* _WORK ORDER_
From the entries that follow, reproduce exactly and only the lines from the line with "DATABASE_URL, WEIGHHOUSE_KEYS, WEIGHHOUSE_SECRET" to the line with "origin, secret: WEIGHHOUSE_SECRET", endpoints included.

* _DATA EXTRACT_
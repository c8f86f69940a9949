export interface Asked {
  method: string;
  /** Below the server's address, with names in braces. */
  path: string;
  /** Whether it works without a key where the campaign is public. */
  open: boolean;
  bodyType: string | null;
  once: boolean;
  answerType: string | null;
}

const files: Record<string, string> = {
  "application/json": "body.json",
  "application/x-ndjson": "rows.ndjson",
  "text/csv": "table.csv",
  "text/ecsv": "table.ecsv",
  "application/x-ecsv": "table.ecsv",
  "application/x-votable+xml": "table.vot",
};

/** How one asks it with curl: names in capitals are the reader's to fill in. */
export function curlExample(asked: Asked, server: string, campaign: string | null): string {
  const { method, path, open, bodyType, once, answerType } = asked;
  const address =
    server +
    path
      .replace("{key}", campaign ?? "CAMPAIGN")
      .replaceAll(/\{(\w+)\}/g, (_, name: string) => name.toUpperCase());
  const file = answerType === "application/zip" ? ["--remote-name --remote-header-name"] : [];
  const parts = [
    "curl",
    ...(method === "GET" || (method === "POST" && bodyType !== null)
      ? []
      : [`--request ${method}`]),
    ...(open ? [] : ['--header "Authorization: Bearer $WEIGHHOUSE_API_KEY"']),
    ...(once ? ['--header "Idempotency-Key: $(uuidgen)"'] : []),
    ...(bodyType === null
      ? []
      : [`--header "Content-Type: ${bodyType}"`, `--data-binary @${files[bodyType] ?? "body"}`]),
    ...file,
    address,
  ];
  return parts.join(" \\\n  ");
}
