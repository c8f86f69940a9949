import "server-only";
import { createAuth } from "@weighhouse/api/auth";
import type { Auth } from "@weighhouse/api/auth";
import type { Desk } from "@weighhouse/desk/desk";
import { openKeys } from "@weighhouse/store/keys";
import { openStore } from "@weighhouse/store/open-store";
import type { Log } from "@weighhouse/store/open-store";
import { readSettings } from "@weighhouse/store/settings";

export interface Services {
  desk: Desk;
  auth: Auth;
  log: Log;
}

// On the global object: the bundler may give pages and route handlers a copy each of this module.
const place = globalThis as { weighhouse?: Promise<Services> };

/** What every request of this process shares: the store, the desk over it, accounts. */
export function services(): Promise<Services> {
  place.weighhouse ??= openServices().catch((error: unknown) => {
    // A database that is not up yet is tried again by the next request.
    delete place.weighhouse;
    throw error;
  });
  return place.weighhouse;
}

async function openServices(): Promise<Services> {
  const settings = readSettings(process.env);
  const origin = settings.WEIGHHOUSE_ORIGIN ?? `http://localhost:${settings.PORT}`;
  const { DATABASE_URL, WEIGHHOUSE_KEYS, WEIGHHOUSE_SECRET } = settings;
  if (!DATABASE_URL || !WEIGHHOUSE_KEYS || !WEIGHHOUSE_SECRET) {
    throw new Error(
      "DATABASE_URL, WEIGHHOUSE_KEYS and WEIGHHOUSE_SECRET are needed to serve pages",
    );
  }
  const log = consoleLog;
  const signer = await openKeys({
    folder: WEIGHHOUSE_KEYS,
    name: new URL(origin).host,
    make: false,
  });
  const store = await openStore({
    url: DATABASE_URL,
    readUrl: settings.DATABASE_READ_URL,
    signer,
    log,
  });
  const auth = createAuth({ store, origin, secret: WEIGHHOUSE_SECRET });
  return { desk: { store }, auth, log };
}

/** One JSON object a line, as log collectors read it. */
const consoleLog: Log = {
  info: (fields, message) => console.info(JSON.stringify({ level: "info", message, ...fields })),
  warn: (fields, message) => console.warn(JSON.stringify({ level: "warn", message, ...fields })),
  error: (fields, message) => console.error(JSON.stringify({ level: "error", message, ...fields })),
};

* _SOLUTION FOR THIS PROBLEM_
  const { DATABASE_URL, WEIGHHOUSE_KEYS, WEIGHHOUSE_SECRET } = settings;
  if (!DATABASE_URL || !WEIGHHOUSE_KEYS || !WEIGHHOUSE_SECRET) {
    throw new Error(
      "DATABASE_URL, WEIGHHOUSE_KEYS and WEIGHHOUSE_SECRET are needed to serve pages",
    );
  }
  const log = consoleLog;
  const signer = await openKeys({
    folder: WEIGHHOUSE_KEYS,
    name: new URL(origin).host,
    make: false,
  });
  const store = await openStore({
    url: DATABASE_URL,
    readUrl: settings.DATABASE_READ_URL,
    signer,
    log,
  });
  const auth = createAuth({ store, origin, secret: WEIGHHOUSE_SECRET });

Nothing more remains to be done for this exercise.